Directions:
The expected output is each line below containing "inside", copied in full.

===== Supplied material =====

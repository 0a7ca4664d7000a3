namespace EvapMonitor.Core.Properties;

/// <summary>The range that a publication states for a correlation, and what is answered outside it.</summary>
/// <param name="LowestSolids">Mass fraction.</param>
/// <param name="HighestSolids">Mass fraction.</param>
/// <param name="LowestCelsius">Temperature, °C.</param>
/// <param name="HighestCelsius">Temperature, °C.</param>
internal readonly record struct CorrelationRange(double LowestSolids, double HighestSolids, double LowestCelsius, double HighestCelsius)
{
    /// <summary>0 °C in kelvin.</summary>
    public const double IcePoint = 273.15;

    // Readings converted to kelvin and back must not fall off the edge of a range that they touch.
    private const double Slack = 1e-9;

    /// <summary>The value with its standard uncertainty, doubled and flagged outside the range. No solids are water, of which more is known: never
    /// outside on their account.</summary>
    public PropertyValue Answer(double value, double standard, double solids, double temperature)
    {
        var celsius = temperature - IcePoint;
        var inside = (solids == 0 || (solids >= LowestSolids - Slack && solids <= HighestSolids + Slack))
            && celsius >= LowestCelsius - Slack && celsius <= HighestCelsius + Slack;
        return inside ? new PropertyValue(value, standard, false) : new PropertyValue(value, 2 * standard, true);
    }

    /// <summary>Solids as correlations take them: a reading a little under nothing, as an instrument gives on water, is no solids.</summary>
    public static double Solids(double solids) => double.Clamp(solids, 0, 1);
}
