using System.Security.Cryptography.X509Certificates;

namespace EvapMonitor.Service.Ingest.Mqtt;

/// <summary>An MQTT broker to take readings from, and how.</summary>
public sealed record BrokerSettings
{
    /// <summary>Name of the source, for people.</summary>
    public required string Name { get; init; }

    /// <summary>Host name or address.</summary>
    public required string Host { get; init; }

    /// <summary>Port. Default 1883, with TLS 8883.</summary>
    public required int Port { get; init; }

    /// <summary>True for MQTT 5, false for 3.1.1. Default 5.</summary>
    public bool IsVersion5 { get; init; } = true;

    /// <summary>Client identifier; the broker keeps the session under it, so it stays the same and is used by one program only. Default evapmonitor-NAME.</summary>
    public required string ClientId { get; init; }

    /// <summary>User name; null for none.</summary>
    public string? User { get; init; }

    /// <summary>Password; null for none. Never written to a log.</summary>
    public string? Password { get; init; }

    /// <summary>TLS; null for a plain connection.</summary>
    public BrokerTls? Tls { get; init; }

    /// <summary>How long the broker keeps the session while this program is away (MQTT 5). Default 7 days.</summary>
    public TimeSpan SessionExpiry { get; init; } = TimeSpan.FromDays(7);

    /// <summary>How messages are read; the first whose filter matches holds.</summary>
    public required IReadOnlyList<MessageRule> Topics { get; init; }

    /// <summary>Host and port.</summary>
    public string Address => Invariant($"{Host}:{Port}");

    /// <summary>Leaves out what is secret.</summary>
    public override string ToString() => $"{Name} at {Address}";
}

/// <summary>TLS towards a broker. Its certificate is always checked, name included.</summary>
/// <param name="Authorities">Who may have signed the broker's certificate; null trusts whom the machine trusts.</param>
/// <param name="Certificate">The client's own certificate with its key; null for none.</param>
public sealed record BrokerTls(X509Certificate2Collection? Authorities, X509Certificate2? Certificate);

=====

Answer space:
        var inside = (solids == 0 || (solids >= LowestSolids - Slack && solids <= HighestSolids + Slack))
        return inside ? new PropertyValue(value, standard, false) : new PropertyValue(value, 2 * standard, true);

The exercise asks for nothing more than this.